Saying PostgreSQL is a better fit in terms of performance is a bit
controversial in my opinion, there are quite a lot of tests between the two
and most say it is the exact opposite
[https://blog.michaelckennedy.net/2010/04/29/mongodb-vs-
sql-s...](https://blog.michaelckennedy.net/2010/04/29/mongodb-vs-sql-
server-2008-performance-showdown/)

Despite that, can't say for a fact that's the case for Relax since I haven't
test both on it. Mongo is behaving really well though, our demo instance has
been getting a pound lately (dozens of users at a time) and it's running
smoothly even though our machine is not really powerful.

Also in terms of scaling, Mongo also has a great solution for horizontal
scaling
[https://docs.mongodb.org/manual/sharding/](https://docs.mongodb.org/manual/sharding/)

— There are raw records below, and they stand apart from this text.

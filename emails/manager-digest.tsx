import { Heading, Link, Section, Text } from "@react-email/components";
import { formatCalendarDate } from "../app/components/calendar-date";
import { EmailLayout } from "./email-layout";
import { reminderStyles } from "./reminder-parts";

export type ManagerDigestEntry = {
  personName: string;
  units: string[];
  items: { title: string; status: "due-soon" | "lapsed"; dateMeaning: "due" | "valid-through"; date: string }[];
};

export type ManagerDigestEmailProps = {
  managerName: string;
  orgName: string;
  /** ISO week, e.g. "2026-W49". */
  week: string;
  unitNames: string[];
  people: ManagerDigestEntry[];
  /** Absolute address of the Team matrix filtered to what needs attention. */
  teamUrl: string;
};

function counts(people: ManagerDigestEntry[]) {
  let lapsed = 0;
  let dueSoon = 0;
  for (const p of people) {
    if (p.items.some((i) => i.status === "lapsed")) lapsed += 1;
    else dueSoon += 1;
  }
  return { lapsed, dueSoon };
}

/** The weekly digest to a manager: their units' people who are Due soon or Lapsed. */
export function managerDigestSubject({ week, people }: Pick<ManagerDigestEmailProps, "week" | "people">): string {
  const { lapsed, dueSoon } = counts(people);
  return `Weekly digest ${week}: ${lapsed} lapsed, ${dueSoon} due soon on your units`;
}

const STATUS_WORDS = { "due-soon": "Due soon", lapsed: "Lapsed" } as const;

export default function ManagerDigestEmail({ managerName, orgName, week, unitNames, people, teamUrl }: ManagerDigestEmailProps) {
  const { lapsed, dueSoon } = counts(people);
  return (
    <EmailLayout preview={`${lapsed} lapsed and ${dueSoon} due soon on your units this week.`}>
      <Heading as="h1" style={reminderStyles.heading}>
        Your units this week ({week})
      </Heading>
      <Text style={reminderStyles.text}>{`Hello ${managerName},`}</Text>
      <Text style={reminderStyles.text}>
        {`Every week ${orgName} sends each manager the people on their units (${unitNames.join(", ")}) who are Due soon or Lapsed. ${lapsed} ${lapsed === 1 ? "person has" : "people have"} something lapsed; ${dueSoon} more ${dueSoon === 1 ? "has" : "have"} something due soon.`}
      </Text>
      {people.map((p) => (
        <Section key={p.personName + p.units.join()} style={reminderStyles.item}>
          <Text style={reminderStyles.itemTitle}>{`${p.personName} (${p.units.join(", ")})`}</Text>
          {p.items.map((i) => (
            <Text key={i.title + i.date} style={reminderStyles.small}>
              {`${STATUS_WORDS[i.status]}: ${i.title} — ${i.dateMeaning === "due" ? "due" : "valid through"} ${formatCalendarDate(i.date)}`}
            </Text>
          ))}
        </Section>
      ))}
      <Text style={{ ...reminderStyles.small, marginTop: "20px" }}>
        <Link href={teamUrl} style={reminderStyles.link}>
          Open the Team matrix
        </Link>
      </Text>
    </EmailLayout>
  );
}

Having this said, not entirely against having different database layers
supported in Relax. Since we're using GraphQL would be a matter of creating an
abstraction when accessing the data on the queries and mutations resolves. Not
on our priorities for now but we're always open for contributions :)

------
nikolay
Source code: [https://github.com/relax/relax](https://github.com/relax/relax)
Demo: [http://demo.getrelax.io/admin](http://demo.getrelax.io/admin)
(username: demo, password: demo)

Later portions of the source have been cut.